If you have a small business and you’ve decided to expand, get some new equipment, more inventory, or hire extra hands, a small business loan can be a great way for your company to grow and get ahead. Today, there are more options than ever for finding a lender, especially online.
So where do you start? Here's a breakdown of the steps you'll need to take to get your funding as fast as possible.
1. Get your papers ready
Countless people apply for small business loans and the process can sometimes feel like jumping through hoops. Try to get the right documents together in advance so that you're prepared with everything your lender needs. Luckily, most loan applications ask for more or less these same things:
- Your current and former business and personal addresses
- Your resume
- A comprehensive credit report
- Any criminal records
- A report of any debt
- Financial reports and tax info
- A breakdown of the funding you need
- Your plan for the money
You’ll also need to show documents related to your business, such as your lease contract, licenses, franchise agreement if you have one, and examples of monthly expenses. If you can put up collateral for the loan, bring all relevant documents to the meeting with your loan officer, such as any appraisal documents proving the value of the assets you are using.
2. Prepare a business plan
Your business plan is your opportunity to present your case in a professional, clear and well-detailed manner. You should consider preparing some simple visual aids, and be ready to answer these questions:
What type of business are you running?
Create an overview of your company and what you do that makes your business unique. Be able to show who your suppliers are, the makeup of your customers, and any plans you have for increasing your clientele. What competing businesses operate in your area and what’s your edge over them?
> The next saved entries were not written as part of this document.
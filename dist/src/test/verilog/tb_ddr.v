// Test bench of ddr_tx: unit interval 2 ns (500 Mbit/s per lane, 250 MHz clock), reset
// released at 10 ns, runs +bits=<n> unit intervals and writes clk_out, d0 and d1 to +vcd=<file>.
`timescale 1ps/1ps
module tb;
    reg bclk = 1'b0;
    reg rst = 1'b1;
    integer bits;
    reg [1023:0] vcd_file;
    wire clk_out, d0, d1;

    ddr_tx tx (.bclk(bclk), .rst(rst), .clk_out(clk_out), .d0(d0), .d1(d1));

    always #1000 bclk = ~bclk;

    initial begin
        if (!$value$plusargs("vcd=%s", vcd_file)) begin
            $display("missing +vcd=<file>");
            $finish;
        end
        if (!$value$plusargs("bits=%d", bits)) begin
            bits = 2000;
        end
        $dumpfile(vcd_file);
        $dumpvars(0, tb.clk_out, tb.d0, tb.d1);
        #10000 rst = 1'b0;
        #(bits * 2000) $finish;
    end
endmodule
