package org.lanesift.dist.sift;

import java.io.BufferedWriter;
import java.io.IOException;
import java.nio.charset.StandardCharsets;
import java.nio.file.Files;
import java.nio.file.Path;
import java.util.Locale;
import java.util.Random;

/**
 * Test-tree waveform maker for the {@code sift} tests, independent of the demo scenario: turns a
 * bit stream on a slot grid into the two legs of a differential pair with their own delays,
 * Gaussian edge jitter, a tanh-shaped edge, a damped ringing after every edge and Gaussian noise.
 * Times are in seconds, levels in volts.
 */
final class LegWaves {
    private final double edgeTauS;
    private final double rateHz;
    private final int samples;
    private final Random rnd;

    /**
     * @param rateHz   sample rate
     * @param samples  samples per leg
     * @param edgeTauS tanh edge time constant; the 10-90 % time is about 2.2 x this. Keep the edge slower than
     *                 about two sample periods: an instrument's bandwidth limit does the same, and a faster edge
     *                 on a sample grid that divides the unit interval biases every interpolated crossing alike
     * @param seed     jitter and noise seed
     */
    LegWaves(double rateHz, int samples, double edgeTauS, long seed) {
        this.edgeTauS = edgeTauS;
        this.rateHz = rateHz;
        this.samples = samples;
        this.rnd = new Random(seed);
    }

    /**
     * One leg.
     *
     * @param levels      the leg's level in volts for every slot
     * @param slotS       slot time
     * @param delayS      the leg's delay
     * @param jitterRmsS  Gaussian jitter per edge
     * @param ringFrac    ringing amplitude as a fraction of the step
     * @param ringHz      ringing frequency
     * @param noiseRmsV   Gaussian noise per sample
     * @return the samples
     */
    float[] leg(double[] levels, double slotS, double delayS, double jitterRmsS, double ringFrac, double ringHz, double noiseRmsV) {
        float[] v = new float[samples];
        double dt = 1 / rateHz;
        // piecewise levels first, then each edge's shape correction over a short window
        int slots = levels.length;
        for (int i = 0; i < samples; i++) {
            int s = (int) Math.floor((i * dt - delayS) / slotS);
            v[i] = (float) levels[Math.max(0, Math.min(slots - 1, s))];
        }
        double tauRing = 3 / ringHz;
        for (int s = 1; s < slots; s++) {
            double step = levels[s] - levels[s - 1];
            if (step == 0) {
                continue;
            }
            double nominal = s * slotS + delayS;
            double te = nominal + jitterRmsS * rnd.nextGaussian();
            int from = Math.max(0, (int) Math.floor((Math.min(te, nominal) - 8 * edgeTauS) * rateHz));
            int to = Math.min(samples - 1, (int) Math.ceil((te + 4 * tauRing) * rateHz));
            for (int i = from; i <= to; i++) {
                double t = i * dt;
                double ideal = t >= nominal ? 1 : 0; // the piecewise level already holds this step
                double shape = 0.5 * (1 + Math.tanh((t - te) / edgeTauS));
                double tau = t - te;
                if (tau > 0) {
                    shape += ringFrac * Math.exp(-tau / tauRing) * Math.sin(2 * Math.PI * ringHz * tau) * Math.tanh(tau / edgeTauS);
                }
                v[i] += (float) (step * (shape - ideal));
            }
        }
        for (int i = 0; i < samples; i++) {
            v[i] += (float) (noiseRmsV * rnd.nextGaussian());
        }
        return v;
    }

    /** Writes a CSV capture: a header line with units, then time in seconds and one column per channel in volts. */
    static void writeCsv(Path file, double rateHz, String[] names, float[][] volts) throws IOException {
        try (BufferedWriter w = Files.newBufferedWriter(file, StandardCharsets.US_ASCII)) {
            StringBuilder sb = new StringBuilder("Time (s)");
            for (String n : names) {
                sb.append(',').append(n).append(" (V)");
            }
            w.write(sb.append('\n').toString());
            for (int i = 0; i < volts[0].length; i++) {
                sb.setLength(0);
                sb.append(String.format(Locale.ROOT, "%.12e", i / rateHz));
                for (float[] c : volts) {
                    sb.append(',').append(String.format(Locale.ROOT, "%.5f", c[i]));
                }
                w.write(sb.append('\n').toString());
            }
        }
    }
}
How’s your business doing?
The lender wants to see your business' financial data to make sure you can repay the loan, like estimates of expenses, expected sales, and costs. Include a break-even analysis, cash flow projections, and tax returns for the past 3 years. Also, show your accounts receivable and payable, balance sheets or profit and loss statements, and bank statements from the last year. The lender will want to know how you plan to have the revenue to repay the loan.
How do you plan to use the money?
You need to show how the loan fits into the long-term goals of your company and how it can promote growth and revenue.
How much money do you need?
Come up with a figure and stand by it with your goals and revenue projections.
How much debt do you already have?
If you have any outstanding loans, the lender will want to understand and evaluate it, and it could impact your chances of receiving a loan. Send documentation for your other debts and how you plan to repay them, and explain that this won’t interfere with your ability to repay the loan. If your debt-to-income ratio is high, you may need collateral, excellent credit, or both, in order to get a loan with good rates and terms.
Who’s on your team?
Provide lenders with a close look at your workforce, the management of your business, and how you’re qualified to help them reach their potential so that your business continues to grow. If you pay several salaries, lenders will want to know this is a good investment for your company and that your business has firm legs to stand on.
3. Budget accordingly
Once you’ve received your loan, it’s crucial that you budget the monthly payment and any fees, interest and taxes into your monthly or quarterly expenses. When the funds come in, it's easy to spend. It can be harder to pay back the loan when the time comes without planning in advance with a clearly outlined budget. By the time you've received the loan, you've already pitched your plan to the lender, so stick with it and budget any bumps in the road into your plan.